What you have to do: When you reach the entries below, transcribe each one exactly as it stands.

Dataset entries:
package throwbench.app.linkage.force;

import throwbench.app.linkage.parts.Pose;
import throwbench.app.linkage.parts.ThrowLayout;
import throwbench.solver.chamber.ChamberVolume;
import throwbench.solver.mechanism.Angles;
import throwbench.solver.revolution.Column;
import throwbench.solver.revolution.Extremes;
import throwbench.solver.revolution.Instant;
import throwbench.solver.revolution.Summary;

/**
 * The arrows over a whole revolution: the greatest magnitude of each, and where it reaches at equally spaced angles. What
 * framing, force scale and labels rest on.
 */
public final class ForcePeaks {

    /** Angles looked at; between them an arrow moves by less than its label keeps clear. */
    public static final int LOOKS = 48;

    private final ArrowSet arrows;
    private final double[] peaks;
    final double[][] footX = new double[LOOKS][];
    final double[][] footY = new double[LOOKS][];
    final double[][] forceX = new double[LOOKS][];
    final double[][] forceY = new double[LOOKS][];
    final boolean[][] endsAtFoot = new boolean[LOOKS][];

    private ForcePeaks(ArrowSet arrows) {
        this.arrows = arrows;
        this.peaks = new double[arrows.size()];
    }

    /** Looks at the shown throw's revolution. */
    public static ForcePeaks of(Summary summary, ArrowSet arrows, ThrowLayout layout) {
        ForcePeaks peaks = new ForcePeaks(arrows);
        int shown = summary.revolution().shownThrow();
        Instant instant = new Instant(summary.running(), shown);
        Pose pose = new Pose(layout.linkage());
        for (int k = 0; k < LOOKS; k++) {
            instant.turnTo(Angles.TURN * k / LOOKS);
            arrows.place(instant, pose.take(instant, shown));
            peaks.footX[k] = arrows.footX.clone();
            peaks.footY[k] = arrows.footY.clone();
            peaks.forceX[k] = arrows.forceX.clone();
            peaks.forceY[k] = arrows.forceY.clone();
            peaks.endsAtFoot[k] = arrows.endsAtFoot.clone();
            for (int i = 0; i < arrows.size(); i++) {
                peaks.peaks[i] = Math.max(peaks.peaks[i], Math.abs(arrows.value(i)));
            }
        }
        for (int i = 0; i < arrows.size(); i++) {
            peaks.peaks[i] = Math.max(
                    peaks.peaks[i], fromSummary(summary, shown, arrows.arrows().get(i)));
        }
        return peaks;
    }

    /** Exact extremes where the summary has them; for vectors the stations' greatest magnitude. */
    private static double fromSummary(Summary summary, int shown, ArrowSet.Arrow arrow) {
        if (arrow.kind() == ForceKind.GAS) {
            ChamberVolume volume =
                    summary.running().throwsInOrder().get(shown).volumes().get(arrow.chamber());
            return volume.area()
                    * summary.pressures().get(arrow.chamber()).greatest().value();
        }
        if (arrow.kind().columns().size() == 2) {
            return greatestVector(
                    summary,
                    arrow.kind().columns().get(0),
                    arrow.kind().columns().get(1));
        }
        if (arrow.kind() == ForceKind.ROD_INERTIA) {
            return 0;
        }
        Extremes extremes = summary.extremes().get(arrow.kind().columns().get(0));
        return extremes == null
                ? 0
                : Math.max(
                        Math.abs(extremes.least().value()),
                        Math.abs(extremes.greatest().value()));
    }

    private static double greatestVector(Summary summary, Column x, Column y) {
        double most = 0;
        for (int s = 0; s < summary.revolution().count(); s++) {
            most = Math.max(
                    most,
                    Math.hypot(
                            summary.revolution().at(x, s), summary.revolution().at(y, s)));
        }
        return most;
    }

    public ArrowSet arrows() {
        return arrows;
    }

    /** Greatest magnitude of an arrow over the revolution, N or N·m. */
    public double of(int arrow) {
        return peaks[arrow];
    }

    /** Foot of an arrow at one of the angles looked at, in throw axes, m. */
    public double footX(int look, int arrow) {
        return footX[look][arrow];
    }

    /** Its y, m. */
    public double footY(int look, int arrow) {
        return footY[look][arrow];
    }

    /** From an arrow's tail to its tip at one of the angles looked at, N along the throw's x (a torque: N·m). */
    public double forceX(int look, int arrow) {
        return forceX[look][arrow];
    }

    /** Along y, N. */
    public double forceY(int look, int arrow) {
        return forceY[look][arrow];
    }

    /** Whether its tip, and not its tail, stands at its foot. */
    public boolean endsAtFoot(int look, int arrow) {
        return endsAtFoot[look][arrow];
    }

    /** The greatest force of all arrows, N; 0 where there is none. */
    public double greatestForce() {
        double most = 0;
        for (int i = 0; i < peaks.length; i++) {
            if (arrows.arrows().get(i).kind() != ForceKind.TORQUE) {
                most = Math.max(most, peaks[i]);
            }
        }
        return most;
    }

    /** The greatest torque, N·m; 0 where it is not shown. */
    public double greatestTorque() {
        double most = 0;
        for (int i = 0; i < peaks.length; i++) {
            if (arrows.arrows().get(i).kind() == ForceKind.TORQUE) {
                most = Math.max(most, peaks[i]);
            }
        }
        return most;
    }
}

Your solution:
package throwbench.app.linkage.force;

import throwbench.app.linkage.parts.Pose;
import throwbench.app.linkage.parts.ThrowLayout;
import throwbench.solver.chamber.ChamberVolume;
import throwbench.solver.mechanism.Angles;
import throwbench.solver.revolution.Column;
import throwbench.solver.revolution.Extremes;
import throwbench.solver.revolution.Instant;
import throwbench.solver.revolution.Summary;

/**
 * The arrows over a whole revolution: the greatest magnitude of each, and where it reaches at equally spaced angles. What
 * framing, force scale and labels rest on.
 */
public final class ForcePeaks {

    /** Angles looked at; between them an arrow moves by less than its label keeps clear. */
    public static final int LOOKS = 48;

    private final ArrowSet arrows;
    private final double[] peaks;
    final double[][] footX = new double[LOOKS][];
    final double[][] footY = new double[LOOKS][];
    final double[][] forceX = new double[LOOKS][];
    final double[][] forceY = new double[LOOKS][];
    final boolean[][] endsAtFoot = new boolean[LOOKS][];

    private ForcePeaks(ArrowSet arrows) {
        this.arrows = arrows;
        this.peaks = new double[arrows.size()];
    }

    /** Looks at the shown throw's revolution. */
    public static ForcePeaks of(Summary summary, ArrowSet arrows, ThrowLayout layout) {
        ForcePeaks peaks = new ForcePeaks(arrows);
        int shown = summary.revolution().shownThrow();
        Instant instant = new Instant(summary.running(), shown);
        Pose pose = new Pose(layout.linkage());
        for (int k = 0; k < LOOKS; k++) {
            instant.turnTo(Angles.TURN * k / LOOKS);
            arrows.place(instant, pose.take(instant, shown));
            peaks.footX[k] = arrows.footX.clone();
            peaks.footY[k] = arrows.footY.clone();
            peaks.forceX[k] = arrows.forceX.clone();
            peaks.forceY[k] = arrows.forceY.clone();
            peaks.endsAtFoot[k] = arrows.endsAtFoot.clone();
            for (int i = 0; i < arrows.size(); i++) {
                peaks.peaks[i] = Math.max(peaks.peaks[i], Math.abs(arrows.value(i)));
            }
        }
        for (int i = 0; i < arrows.size(); i++) {
            peaks.peaks[i] = Math.max(
                    peaks.peaks[i], fromSummary(summary, shown, arrows.arrows().get(i)));
        }
        return peaks;
    }

    /** Exact extremes where the summary has them; for vectors the stations' greatest magnitude. */
    private static double fromSummary(Summary summary, int shown, ArrowSet.Arrow arrow) {
        if (arrow.kind() == ForceKind.GAS) {
            ChamberVolume volume =
                    summary.running().throwsInOrder().get(shown).volumes().get(arrow.chamber());
            return volume.area()
                    * summary.pressures().get(arrow.chamber()).greatest().value();
        }
        if (arrow.kind().columns().size() == 2) {
            return greatestVector(
                    summary,
                    arrow.kind().columns().get(0),
                    arrow.kind().columns().get(1));
        }
        if (arrow.kind() == ForceKind.ROD_INERTIA) {
            return 0;
        }
        Extremes extremes = summary.extremes().get(arrow.kind().columns().get(0));
        return extremes == null
                ? 0
                : Math.max(
                        Math.abs(extremes.least().value()),
                        Math.abs(extremes.greatest().value()));
    }

    private static double greatestVector(Summary summary, Column x, Column y) {
        double most = 0;
        for (int s = 0; s < summary.revolution().count(); s++) {
            most = Math.max(
                    most,
                    Math.hypot(
                            summary.revolution().at(x, s), summary.revolution().at(y, s)));
        }
        return most;
    }

    public ArrowSet arrows() {
        return arrows;
    }

    /** Greatest magnitude of an arrow over the revolution, N or N·m. */
    public double of(int arrow) {
        return peaks[arrow];
    }

    /** Foot of an arrow at one of the angles looked at, in throw axes, m. */
    public double footX(int look, int arrow) {
        return footX[look][arrow];
    }

    /** Its y, m. */
    public double footY(int look, int arrow) {
        return footY[look][arrow];
    }

    /** From an arrow's tail to its tip at one of the angles looked at, N along the throw's x (a torque: N·m). */
    public double forceX(int look, int arrow) {
        return forceX[look][arrow];
    }

    /** Along y, N. */
    public double forceY(int look, int arrow) {
        return forceY[look][arrow];
    }

    /** Whether its tip, and not its tail, stands at its foot. */
    public boolean endsAtFoot(int look, int arrow) {
        return endsAtFoot[look][arrow];
    }

    /** The greatest force of all arrows, N; 0 where there is none. */
    public double greatestForce() {
        double most = 0;
        for (int i = 0; i < peaks.length; i++) {
            if (arrows.arrows().get(i).kind() != ForceKind.TORQUE) {
                most = Math.max(most, peaks[i]);
            }
        }
        return most;
    }

    /** The greatest torque, N·m; 0 where it is not shown. */
    public double greatestTorque() {
        double most = 0;
        for (int i = 0; i < peaks.length; i++) {
            if (arrows.arrows().get(i).kind() == ForceKind.TORQUE) {
                most = Math.max(most, peaks[i]);
            }
        }
        return most;
    }
}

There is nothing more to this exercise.